Now, in the pipeline, we start by taking two non-standard input variables that Solr wouldn’t know what to do with. However, for us, first of all, we have to check that both of these are present because we will be using them in future pipeline steps, and also, we need to check that they’re actually valid language codes. So we have here the input language, which is the language that the user is trying to search in. And currently, we actually end up deriving that from the output language. However, we do have plans here at Mintel to explore tools to try and auto-detect the input language to try and make that a bit more all encompassing. The output language represents the language that the user is trying to view our website in, and the language that they prefer to read their content in.
And so by making sure that these settings are present and that they’re for a language we support, then this sets us up to be able to perform the next steps of the pipeline. The second step is to modify those fields that Solr actually searches on. So this is done by adding qf arguments for the specific input languages being requested.
Now, we’ll always include English as one of the fields to search on since the majority of our content is still in English, and we don’t want to curtail the users’ results so heavily if there isn’t actually much in the way of results, and also particularly because we’re not auto detecting the input language yet. However, what we will do is we’ll apply a boost to any of the requested language fields so that any articles that match that language, hopefully will bubble up a little bit higher and so the user should see articles and content in their language that they prefer.
Once we’ve finished rewriting these return fields, then the pipeline continues to apply the rest of our business logic. So this is anything that is essentially language agnostic, things like relevancy boosting, signal-based user preferences, all of these other things where we’re basing it on structured metadata and not free text fields. These steps aren’t affected by the input and output languages, so those are run before finally executing the query, and returning the user hopefully the results that they want to see. So just to summarize briefly. In order to handle multi-language searching, first of all, we updated our schema so that our search index could properly support searching in the languages that we wanted to use.

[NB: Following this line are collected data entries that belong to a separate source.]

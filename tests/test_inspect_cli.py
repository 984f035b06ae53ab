"""``flowpipe inspect`` and the bad-input rules of README.md ("Exit codes").

Each bad input must give exit code 2, one line starting ``flowpipe: error:``
naming the file and the problem, no traceback, and leave the input untouched.
CF Conventions 1.11 supplies the attribute meanings (standard_name, units,
_FillValue); 2-D latitude/longitude are CF's curvilinear case (section 5.2).
"""

from __future__ import annotations

import hashlib
import json
import subprocess
import sys
from pathlib import Path

import numpy as np
import pytest
import xarray as xr
from windfiles import Encoding, encode, reference_field

from flowpipe.cli import main

ROOT = Path(__file__).resolve().parents[1]
LAT, LON, LEVELS = np.linspace(-90, 90, 19), np.arange(0.0, 360.0, 20.0), np.array([850.0, 500.0])


def _good(tmp_path: Path, **kw) -> Path:
    (path,) = encode(reference_field(LAT, LON, LEVELS, 2), LAT, LON, LEVELS, Encoding(**kw),
                     tmp_path)
    return path


def _digest(path: Path) -> str:
    return hashlib.sha256(path.read_bytes()).hexdigest()


def test_inspect_json_describes_the_sample_files(capsys):
    files = [ROOT / "sample_data" / "demo_global.nc", ROOT / "sample_data" / "demo_regional.nc"]
    assert main(["inspect", "--json", *map(str, files)]) == 0
    reports = [json.loads(line) for line in capsys.readouterr().out.splitlines()]
    glob_, reg = reports
    assert (glob_["u"], glob_["v"], glob_["grid"], glob_["latitudes"], glob_["poles"]) == (
        "u", "v", "global", "equiangular", True)
    assert (glob_["nlat"], glob_["nlon"], glob_["times"]) == (91, 180, 9)
    assert glob_["levels"] == [850.0, 500.0, 250.0]
    assert glob_["pole_rows"] == ["south", "north"]
    assert (reg["u"], reg["v"], reg["grid"], reg["poles"]) == ("uwind", "vwind", "regional", False)
    assert reg["pole_rows"] == []
    assert reg["levels"] == [850.0, 500.0]  # stored in Pa, reported in hPa


def test_inspect_text_summary(tmp_path, capsys):
    path = _good(tmp_path, lat_descending=True, wind_units="knots")
    assert main(["inspect", str(path)]) == 0
    out = capsys.readouterr().out
    assert "global, equiangular latitudes with pole rows, 19 x 18" in out
    assert "2 pressure levels" in out


def test_gaussian_variant_is_reported(tmp_path, capsys):
    from flowpipe.grid import gaussian_latitudes

    lat = gaussian_latitudes(12)
    (path,) = encode(reference_field(lat, LON, LEVELS, 1), lat, LON, LEVELS, Encoding(), tmp_path)
    assert main(["inspect", "--json", str(path)]) == 0
    report = json.loads(capsys.readouterr().out)
    assert (report["latitudes"], report["poles"], report["geometry"]) == ("gaussian", False, "GL")


def _not_netcdf(tmp_path):
    path = tmp_path / "notes.nc"
    path.write_text("this is not a NetCDF file\n")
    return path, "is not a NetCDF file"


def _truncated(tmp_path):
    path = _good(tmp_path)
    data = path.read_bytes()
    path.write_bytes(data[: len(data) // 2])
    return path, "check that the file is complete"


def _truncated_classic(tmp_path):
    path = _good(tmp_path)
    with xr.open_dataset(path) as raw:
        ds = raw.load()
    out = tmp_path / "classic.nc"
    ds.to_netcdf(out, format="NETCDF3_CLASSIC")
    data = out.read_bytes()
    out.write_bytes(data[: len(data) * 2 // 3])
    return out, "truncated"


def _no_wind(tmp_path):
    path = tmp_path / "temp_only.nc"
    xr.Dataset({"ta": (("lat", "lon"), np.zeros((3, 4)), {"units": "K"})},
               coords={"lat": ("lat", [0.0, 1, 2], {"units": "degrees_north"}),
                       "lon": ("lon", [0.0, 1, 2, 3], {"units": "degrees_east"})}).to_netcdf(path)
    return path, "variables present: ta; name them with --u NAME --v NAME"


def _different_grids(tmp_path):
    path = tmp_path / "stagger.nc"
    xr.Dataset(
        {"u": (("lat", "lon_u"), np.zeros((3, 4)), {"units": "m s-1"}),
         "v": (("lat", "lon"), np.zeros((3, 4)), {"units": "m s-1"})},
        coords={"lat": ("lat", [0.0, 1, 2], {"units": "degrees_north"}),
                "lon": ("lon", [0.0, 1, 2, 3], {"units": "degrees_east"}),
                "lon_u": ("lon_u", [0.5, 1.5, 2.5, 3.5], {"units": "degrees_east"})},
    ).to_netcdf(path)
    return path, "different grids"


def _rewrite_coord(tmp_path, coord, values, name):
    path = _good(tmp_path)
    with xr.open_dataset(path) as raw:
        ds = raw.load()
    ds = ds.assign_coords({coord: (coord, values, ds[coord].attrs)})
    out = tmp_path / name
    ds.to_netcdf(out)
    return out


def _non_monotonic(tmp_path):
    lat = LAT.copy()
    lat[[3, 4]] = lat[[4, 3]]
    return _rewrite_coord(tmp_path, "y", lat, "shuffled.nc"), "latitude is not strictly monotonic"


def _duplicated(tmp_path):
    lon = LON.copy()
    lon[5] = lon[4]
    return _rewrite_coord(tmp_path, "x", lon, "dup.nc"), "longitude is not strictly monotonic"


def _bad_units(tmp_path):
    path = _good(tmp_path, wind_units="m/s")
    with xr.open_dataset(path) as raw:
        ds = raw.load()
    ds["eastward"].attrs["units"] = "K"
    out = tmp_path / "kelvin.nc"
    ds.to_netcdf(out)
    return out, "not a m s-1 quantity"


def _all_missing(tmp_path):
    path = _good(tmp_path)
    with xr.open_dataset(path) as raw:
        ds = raw.load()
    ds["eastward"][:] = np.nan
    out = tmp_path / "empty.nc"
    ds.to_netcdf(out, encoding={"eastward": {"_FillValue": -999.0}})
    return out, "has no valid value"


def _curvilinear(tmp_path):
    path = tmp_path / "curvi.nc"
    y, x = np.meshgrid(np.arange(3.0), np.arange(4.0), indexing="ij")
    xr.Dataset(
        {"u": (("j", "i"), np.zeros((3, 4)), {"units": "m s-1", "standard_name": "eastward_wind"}),
         "v": (("j", "i"), np.zeros((3, 4)), {"units": "m s-1", "standard_name": "northward_wind"})},
        coords={"lat": (("j", "i"), 40 + y + 0.1 * x, {"units": "degrees_north",
                                                     "standard_name": "latitude"}),
                "lon": (("j", "i"), 10 + x + 0.1 * y, {"units": "degrees_east",
                                                     "standard_name": "longitude"})},
    ).to_netcdf(path)
    return path, "curvilinear"


@pytest.mark.parametrize(
    "make",
    [_not_netcdf, _truncated, _truncated_classic, _no_wind, _different_grids, _non_monotonic, _duplicated,
     _bad_units, _all_missing, _curvilinear],
)
def test_bad_input_gives_one_line_and_exit_2(make, tmp_path, capsys):
    path, expected = make(tmp_path)
    before = _digest(path)
    assert main(["inspect", str(path)]) == 2
    err = capsys.readouterr().err
    lines = err.strip().splitlines()
    assert len(lines) == 1, err
    assert lines[0].startswith("flowpipe: error: ")
    assert str(path) in lines[0]
    assert expected in lines[0]
    assert "Traceback" not in err
    assert _digest(path) == before  # input untouched


def test_command_line_entry_point_has_no_traceback(tmp_path):
    path, _ = _not_netcdf(tmp_path)
    proc = subprocess.run([sys.executable, "-m", "flowpipe", "inspect", str(path)],
                          capture_output=True, text=True, check=False)
    assert proc.returncode == 2
    assert proc.stderr.startswith("flowpipe: error:") and "Traceback" not in proc.stderr
    debug = subprocess.run([sys.executable, "-m", "flowpipe", "inspect", "--debug", str(path)],
                           capture_output=True, text=True, check=False)
    assert "Traceback" in debug.stderr  # --debug shows it


def test_usage_error_uses_the_contract_prefix(capsys):
    with pytest.raises(SystemExit) as exc:
        main(["inspect"])
    assert exc.value.code == 2
    assert capsys.readouterr().err.startswith("flowpipe: error:")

Then we added a step to identify which language the user wants to search in, and which language they want to receive their results in. We added a step to update the Solr request so that searches would be run against the user’s preferred input language. We added a step to update the Solr request as well to return the fields in the preferred language that the user wants to read. And then finally, we run any other language-agnostic steps, as usual.
Thank you very much for listening. I hope this has been helpful.